• _What to work on_:
If a line in the listing below contains "mlam", return that line.

• _Data for this task_:

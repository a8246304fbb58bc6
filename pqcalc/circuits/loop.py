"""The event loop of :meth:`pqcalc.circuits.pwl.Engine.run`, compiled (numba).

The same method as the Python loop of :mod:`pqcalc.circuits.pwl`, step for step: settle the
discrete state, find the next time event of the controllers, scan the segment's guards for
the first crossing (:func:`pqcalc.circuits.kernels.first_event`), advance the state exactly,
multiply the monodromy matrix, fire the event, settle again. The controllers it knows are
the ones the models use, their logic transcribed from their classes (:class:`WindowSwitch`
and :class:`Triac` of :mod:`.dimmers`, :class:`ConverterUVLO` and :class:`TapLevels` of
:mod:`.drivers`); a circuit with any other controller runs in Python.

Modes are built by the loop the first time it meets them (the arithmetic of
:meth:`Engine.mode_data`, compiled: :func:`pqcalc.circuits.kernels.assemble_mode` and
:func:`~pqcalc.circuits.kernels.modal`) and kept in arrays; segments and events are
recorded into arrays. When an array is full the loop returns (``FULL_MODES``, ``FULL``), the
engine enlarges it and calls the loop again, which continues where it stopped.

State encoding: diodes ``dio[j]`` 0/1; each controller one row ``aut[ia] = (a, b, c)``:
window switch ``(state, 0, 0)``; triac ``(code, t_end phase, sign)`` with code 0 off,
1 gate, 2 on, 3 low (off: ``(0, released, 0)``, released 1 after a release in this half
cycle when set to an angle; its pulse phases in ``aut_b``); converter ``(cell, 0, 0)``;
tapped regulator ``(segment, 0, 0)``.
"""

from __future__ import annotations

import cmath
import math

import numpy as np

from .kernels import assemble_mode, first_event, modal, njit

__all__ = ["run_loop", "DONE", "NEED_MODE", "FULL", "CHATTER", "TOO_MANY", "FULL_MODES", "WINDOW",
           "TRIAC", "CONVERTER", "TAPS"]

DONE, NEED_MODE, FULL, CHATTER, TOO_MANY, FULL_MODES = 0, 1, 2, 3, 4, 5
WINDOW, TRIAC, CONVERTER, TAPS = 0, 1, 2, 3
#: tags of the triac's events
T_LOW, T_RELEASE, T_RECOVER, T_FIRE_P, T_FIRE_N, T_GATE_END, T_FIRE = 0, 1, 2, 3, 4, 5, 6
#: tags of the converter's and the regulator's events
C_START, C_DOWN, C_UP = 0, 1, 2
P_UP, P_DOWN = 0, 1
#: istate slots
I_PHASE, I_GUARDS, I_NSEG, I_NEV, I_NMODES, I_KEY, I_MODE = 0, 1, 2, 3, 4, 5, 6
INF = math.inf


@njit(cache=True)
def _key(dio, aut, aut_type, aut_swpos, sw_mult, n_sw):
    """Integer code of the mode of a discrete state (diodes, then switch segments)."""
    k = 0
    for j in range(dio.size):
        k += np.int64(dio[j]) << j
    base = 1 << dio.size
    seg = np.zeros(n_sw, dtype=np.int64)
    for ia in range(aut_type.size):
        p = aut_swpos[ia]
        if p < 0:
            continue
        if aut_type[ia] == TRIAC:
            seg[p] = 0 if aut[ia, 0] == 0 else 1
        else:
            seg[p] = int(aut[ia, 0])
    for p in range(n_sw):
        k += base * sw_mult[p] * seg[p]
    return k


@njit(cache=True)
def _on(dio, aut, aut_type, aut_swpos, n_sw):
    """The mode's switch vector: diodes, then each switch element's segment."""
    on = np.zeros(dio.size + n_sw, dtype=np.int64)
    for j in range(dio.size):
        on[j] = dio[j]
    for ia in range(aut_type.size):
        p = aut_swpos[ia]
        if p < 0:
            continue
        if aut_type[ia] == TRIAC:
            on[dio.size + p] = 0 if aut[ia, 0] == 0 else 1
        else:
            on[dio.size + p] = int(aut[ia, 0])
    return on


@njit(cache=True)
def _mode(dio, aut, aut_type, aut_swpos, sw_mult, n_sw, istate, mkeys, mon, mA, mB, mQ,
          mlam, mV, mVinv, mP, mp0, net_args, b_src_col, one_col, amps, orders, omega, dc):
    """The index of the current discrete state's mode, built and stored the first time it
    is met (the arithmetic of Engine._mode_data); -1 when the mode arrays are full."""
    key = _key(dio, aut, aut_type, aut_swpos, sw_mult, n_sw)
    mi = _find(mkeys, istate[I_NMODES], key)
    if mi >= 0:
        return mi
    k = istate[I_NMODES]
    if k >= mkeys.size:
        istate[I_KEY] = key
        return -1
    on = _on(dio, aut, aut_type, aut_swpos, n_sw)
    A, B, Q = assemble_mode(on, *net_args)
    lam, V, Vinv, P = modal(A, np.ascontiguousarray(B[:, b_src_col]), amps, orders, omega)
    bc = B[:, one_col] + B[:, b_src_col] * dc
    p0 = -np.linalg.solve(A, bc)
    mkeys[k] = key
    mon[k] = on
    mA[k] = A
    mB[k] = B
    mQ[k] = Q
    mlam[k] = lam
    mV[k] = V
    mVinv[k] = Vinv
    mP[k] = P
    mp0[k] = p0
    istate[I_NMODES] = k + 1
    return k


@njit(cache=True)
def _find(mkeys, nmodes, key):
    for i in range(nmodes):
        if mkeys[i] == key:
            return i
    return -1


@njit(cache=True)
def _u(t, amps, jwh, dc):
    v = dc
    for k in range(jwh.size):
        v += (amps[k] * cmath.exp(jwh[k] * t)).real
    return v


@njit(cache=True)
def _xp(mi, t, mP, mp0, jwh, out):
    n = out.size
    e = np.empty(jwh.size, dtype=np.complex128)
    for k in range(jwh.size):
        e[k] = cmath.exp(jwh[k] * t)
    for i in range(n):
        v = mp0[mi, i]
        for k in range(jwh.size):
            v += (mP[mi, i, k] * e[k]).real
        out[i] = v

• _Solution below_:
          mlam, mV, mVinv, mP, mp0, net_args, b_src_col, one_col, amps, orders, omega, dc):
    mlam[k] = lam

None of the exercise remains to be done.